Your assignment:
Go through the entries below and say how many lines contain the string "return"; write only that number.
Records supplied: Begin
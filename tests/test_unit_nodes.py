"""``rig check`` warns of a unit file's node that misses the fixture pin it was meant to be.

Any name that is not a pin is an internal node, so a pin misspelt in a unit file was valid and
the virtual bench simulated a disconnected sensor.  A node touched by one part alone carries no
current (Kirchhoff's current law: the currents into a node sum to zero, and one part's current is
all there is), so that part is connected to nothing there.  The files are the docs' complete
examples with one change each; the check still passes (exit 0), with a warning that names the
file, line and key.
"""

from __future__ import annotations

from pathlib import Path

import pytest
from doc_blocks import write_complete_examples

from rig.cli import main
from rig.config.fixture import load_fixture
from rig.config.unit_file import load_unit
from rig.config.unit_nodes import node_warnings

ROOT = Path(__file__).resolve().parent.parent
SHIPPED_UNITS = sorted((ROOT / "sequences" / "units").glob("*.toml"))


@pytest.fixture
def example(tmp_path: Path) -> dict[str, Path]:
    return write_complete_examples(tmp_path)


def _mutated(example: dict[str, Path], old: str, new: str) -> Path:
    path = example["unit.toml"]
    text = path.read_text(encoding="utf-8")
    assert text.count(old) == 1, f"{old!r} must occur once in the example"
    path.write_text(text.replace(old, new), encoding="utf-8")
    return path


def _line(path: Path, fragment: str) -> int:
    lines = path.read_text(encoding="utf-8").splitlines()
    return next(n for n, line in enumerate(lines, start=1) if fragment in line)


@pytest.mark.parametrize(
    ("old", "new", "key", "says"),
    [
        (
            'between = ["S_SIG", "C_SIG"]',
            'between = ["S_SIGG", "C_SIG"]',
            "wires.signal.between",
            "node 'S_SIGG' is touched by wires.signal alone, so nothing can flow through it: "
            "that part is left unconnected there; did you mean 'S_SIG'?",
        ),
        (
            'ground = "C_RET"',
            'ground = "c_ret"',
            "controller.ground",
            "node 'c_ret' differs from fixture pin 'C_RET' only in letter case, so it is an "
            "internal node of the unit, not the pin (names are case-sensitive); it is touched "
            "by controller.sources.reference alone",
        ),
        (
            'node = "REF5"',
            'node = "REF"',
            "controller.sources.reference.node",
            "node 'REF' is touched by controller.sources.reference alone",
        ),
    ],
    ids=["one-letter", "letter-case", "dangling-internal"],
)
def test_a_node_that_misses_its_pin_is_a_warning(
    example: dict[str, Path],
    capsys: pytest.CaptureFixture[str],
    old: str,
    new: str,
    key: str,
    says: str,
) -> None:
    unit = _mutated(example, old, new)
    code = main(["check", "--unit", str(unit)])
    out = capsys.readouterr().out
    assert code == 0, "a warning, not an error: internal nodes are allowed"
    where = f"warning: {unit}:{_line(unit, new)} [{key}]: "
    warned = [line for line in out.splitlines() if line.startswith(where)]
    assert len(warned) == 1, out
    assert says in warned[0]


def test_the_node_left_behind_by_a_renamed_one_is_named_too(
    example: dict[str, Path], capsys: pytest.CaptureFixture[str]
) -> None:
    unit = _mutated(example, 'node = "REF5"', 'node = "REF"')
    main(["check", "--unit", str(unit)])
    out = capsys.readouterr().out
    assert "[resistors.pullup.between]: node 'REF5' is touched by resistors.pullup alone" in out


def test_a_node_warning_is_shown_with_a_sequence_too(
    example: dict[str, Path], capsys: pytest.CaptureFixture[str]
) -> None:
    unit = _mutated(example, 'ground = "C_RET"', 'ground = "c_ret"')
    args = [example["sequence.toml"], "--station", example["station.toml"], "--unit", unit]
    assert main(["check", *(str(a) for a in args)]) == 0
    assert "[controller.ground]: node 'c_ret' differs" in capsys.readouterr().out


@pytest.mark.parametrize("path", SHIPPED_UNITS, ids=lambda p: p.name)
def test_shipped_units_and_internal_nodes_that_join_parts_give_no_warning(path: Path) -> None:
    """``ntc-sender.toml`` joins its leads to its sensor at ``T1x``, one letter from pin ``T1``:
    a name of choice, touched by two parts, not a slip."""
    unit = load_unit(path)
    assert node_warnings(unit, load_fixture(unit.fixture_path).pins) == []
Records supplied: End
Output of the exercise:
3